I did the same thing as Valera. Only problem was, wireless drivers for my computer(Dell Inspiron 1012)didn’t work in 10.04. I proceeded to swear loudly and frequently. It eventually kind of worked in 10.10, and fully worked in 11.04, so I was okay. I now have an HP Pavilion dv6 dualbooting Mint and Windows, but that original experience did teach me a huge amount. I would not be the same person without that, it taught me so much about the Terminal, it taught me to both love and hate Linux. Now that it’s (almost-the display driver is a bit wonky, and the fingerprint reader doesn’t work) fully working on my HP, I can’t believe how much better it is.

It took me about 3 years to migrate to linux.
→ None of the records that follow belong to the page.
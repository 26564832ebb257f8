// Shared helpers for the instruments tests: a Qt event loop under GoogleTest, waiting on a
// condition while events run, an in-memory PointSink, and the demo setup and plan.
#pragma once

#include "EventLoopWait.h"
#include "Planner.h"
#include "PointSink.h"
#include "SetupJson.h"

#include <QCoreApplication>

#include <gtest/gtest.h>

#include <functional>
#include <vector>

namespace sagline::test {

// Runs the event loop until `done()` or `timeoutMs` of wall time; returns done().
inline bool waitUntil(const std::function<bool()> &done, int timeoutMs = 5000)
{
    return runEventsUntil(done, timeoutMs);
}

class MemorySink final : public PointSink {
public:
    std::vector<Reading> readings;
    std::vector<SafetyTrip> stops;
    std::vector<std::int64_t> stopReadingIds;
    std::vector<InstrumentIdentityRecord> instruments;
    std::vector<std::pair<std::int64_t, QString>> exclusions;
    QStringList events;
    int failNextCommits = 0; // the next N commitReading calls fail like a full disk

    CommitResult commitReading(const Reading &reading) override
    {
        if (failNextCommits > 0) {
            --failNextCommits;
            return {false, 0, QStringLiteral("disk full (simulated)")};
        }
        readings.push_back(reading);
        readings.back().id = static_cast<std::int64_t>(readings.size());
        return {true, readings.back().id, {}};
    }
    CommitResult recordSafetyStop(const SafetyTrip &trip, std::int64_t readingId, int, const QString &) override
    {
        stops.push_back(trip);
        stopReadingIds.push_back(readingId);
        return {true, static_cast<std::int64_t>(stops.size()), {}};
    }
    CommitResult recordInstrument(const InstrumentIdentityRecord &instrument) override
    {
        instruments.push_back(instrument);
        return {true, static_cast<std::int64_t>(instruments.size()), {}};
    }
    CommitResult excludeReading(std::int64_t readingId, const QString &reason) override
    {
        exclusions.emplace_back(readingId, reason);
        return {true, static_cast<std::int64_t>(exclusions.size()), {}};
    }
    CommitResult recordEvent(const QString &, const QString &text) override
    {
        events << text;
        return {true, static_cast<std::int64_t>(events.size()), {}};
    }
};

// The demo scenario of resources/demo-setup.json (our own invention): 60 VA, 230 V to 18 V.
inline Setup demoSetup()
{
    const SetupParse parse = loadSetupFile(SAGLINE_SOURCE_DIR "/resources/demo-setup.json");
    EXPECT_TRUE(parse.setup.has_value());
    return *parse.setup;
}

inline Plan planFor(const Setup &setup)
{
    const PlanResult result = makePlan(setup);
    EXPECT_TRUE(result.plan.has_value());
    return *result.plan;
}

} // namespace sagline::test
I started with a Suse dual-boot, but eventually drifted back towards Windows again.

A new box and I installed a dual-boot with ubuntu, but still sticked with windows for some applications though I used ubuntu more frequently for daily stuff like surfing and mailing.

Finally, on my notebook I still have a dual-boot setup but ubuntu is running 95 percent of the time. Windows resides there for occasional gaming only.

So, a switch to ubuntu – or any other linux – might become a process because the way we use computers is tied to habits how to get things done. ubuntu and its set of applications are not more difficult than – let’s say – Microsoft Word or Outlook which can be quite awkward and unintuitive.

The most important advice is I think to start using open source applications under Windows. When you have learned to use them in a familiar context, the final switch to ubuntu becomes just a small step.